- **Task description**: From the listing below, pull each line that includes "true".

- **Source information**:

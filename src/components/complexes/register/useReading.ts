import { useDeferredValue, useEffect, useMemo, useState } from 'react';
import type { RegisterDraft } from './draft.ts';
import { type Attempt, attemptReading, soleEntity } from './reading.ts';
import { settle } from './settle.ts';

type Chemistry = typeof import('./chemistry.ts');

/** The chemistry, fetched once the page is drawn; null until it is there. */
function useChemistry(): { chemistry: Chemistry | null; failure: unknown } {
  const [chemistry, setChemistry] = useState<Chemistry | null>(null);
  const [failure, setFailure] = useState<unknown>(null);
  useEffect(() => {
    import('./chemistry.ts').then(setChemistry, setFailure);
  }, []);
  return { chemistry, failure };
}

/** The reading of a draft, and what follows from it. Typing goes first: the reading comes after the keystrokes. */
export function useReading({ formula, answered, choices }: RegisterDraft) {
  const { chemistry, failure } = useChemistry();
  const typed = useDeferredValue(useMemo(() => ({ formula, answered }), [formula, answered]));
  const chosen = useDeferredValue(choices);

  const attempt = useMemo<Attempt | null>(
    () => (chemistry ? attemptReading(chemistry.readFormula, typed.formula, typed.answered) : null),
    [chemistry, typed],
  );
  const entity = attempt?.kind === 'read' ? soleEntity(attempt.reading) : null;
  const settled = useMemo(
    () => (chemistry && entity ? settle(chemistry, entity, chosen) : null),
    [chemistry, entity, chosen],
  );
  const isLate = typed.formula !== formula || typed.answered !== answered || chosen !== choices;
  return { chemistry, failure, attempt, entity, settled, isLate };
}
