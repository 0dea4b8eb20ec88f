import { useState } from 'react';
import { Formula, Quantity } from '#src/components/notation/index.tsx';
import { Button } from '#src/components/ui/Button.tsx';
import { Panel } from '#src/components/ui/Panel.tsx';
import type { ComplexRecord, PreparationRecord } from '#src/contracts/complexes.ts';
import { PreparationDialog } from './PreparationDialog.tsx';

interface PreparationsPanelProps {
  complex: ComplexRecord;
  /** Labs of the reader: for these a preparation can be added. */
  labs: readonly { id: string; name: string }[];
  onAdded: () => void;
}

/** The materials of a complex that are in sight. */
export function PreparationsPanel({ complex, labs, onAdded }: PreparationsPanelProps) {
  const [isAdding, setIsAdding] = useState(false);
  const { preparations } = complex;
  const known = new Set(complex.cautions.map(({ id, detail }) => `${id} ${detail}`));
  const mayAdd = complex.may.addSpectrum && labs.length > 0;
  return (
    <Panel
      title="Preparations"
      aside={
        mayAdd && (
          <Button size="small" onClick={() => setIsAdding(true)}>
            Add a preparation
          </Button>
        )
      }
    >
      {preparations.length === 0 && (
        <p className="text-ink-soft">None is on record. A preparation is the material one lab made.</p>
      )}
      <ul className="flex flex-col divide-y divide-faint">
        {preparations.map((preparation) => (
          <li key={preparation.id} className="py-2 first:pt-0 last:pb-0">
            <Preparation preparation={preparation} known={known} />
          </li>
        ))}
      </ul>
      {isAdding && (
        <PreparationDialog {...{ accession: complex.accession, labs, onAdded }} onClose={() => setIsAdding(false)} />
      )}
    </Panel>
  );
}

/** A preparation with the cautions that its counter-ions and solvates add to those of the complex. */
function Preparation({ preparation, known }: { preparation: PreparationRecord; known: ReadonlySet<string> }) {
  const added = preparation.cautions.filter(({ id, detail }) => !known.has(`${id} ${detail}`));
  const { label, lab, formula, molarMass, form, preparedOn, storage, atmosphere, notes, visibility } = preparation;
  const facts = [
    form,
    preparedOn && `made ${preparedOn}`,
    storage && `stored ${storage}`,
    atmosphere && `under ${atmosphere}`,
    visibility === 'lab' && `seen by ${lab.name} only`,
  ].filter(Boolean);
  return (
    <>
      <p className="flex flex-wrap items-baseline gap-x-3">
        <span className="num font-medium">{label}</span>
        {formula && <Formula formula={formula} />}
        {molarMass !== null && (
          <span className="text-xs">
            <Quantity value={molarMass} unit="g mol-1" figures={5} />
          </span>
        )}
        <span className="text-xs text-ink-soft">{lab.name}</span>
      </p>
      {facts.length > 0 && <p className="text-xs text-ink-soft">{facts.join(' · ')}</p>}
      {added.map(({ id, detail }) => (
        <p key={`${id} ${detail}`} className="mt-1 flex gap-1.5 text-xs text-alert">
          <span aria-hidden="true">▲</span>
          {detail}
        </p>
      ))}
      {notes && <p className="text-xs whitespace-pre-line text-ink-soft">{notes}</p>}
    </>
  );
}
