import { Notice } from '#src/components/ui/StatusLine.tsx';
import type { ComplexRecord } from '#src/contracts/complexes.ts';

/** What a reader must know of the record before anything else. */
export function Banners({ complex, alias }: { complex: ComplexRecord; alias: string | null }) {
  const { accession, state, withdrawnReason } = complex;
  return (
    <>
      {alias && (
        <Notice title="Merged:" tone="plain">
          <span className="num">{alias}</span> was merged into this record and lives on as{' '}
          <a href={`/complexes/${accession}`} className="link num">
            {accession}
          </a>
          .
        </Notice>
      )}
      {state === 'withdrawn' && <Notice title="Withdrawn:">{withdrawnReason ?? 'no reason is on record'}</Notice>}
      {state === 'draft' && (
        <Notice title="Draft:" tone="plain">
          seen by whoever made it, by leads of {complex.lab.name} and by the steward only.
        </Notice>
      )}
    </>
  );
}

- **Response to the exercise**:
          <Button size="small" onClick={() => setIsAdding(true)}>
          <span aria-hidden="true">▲</span>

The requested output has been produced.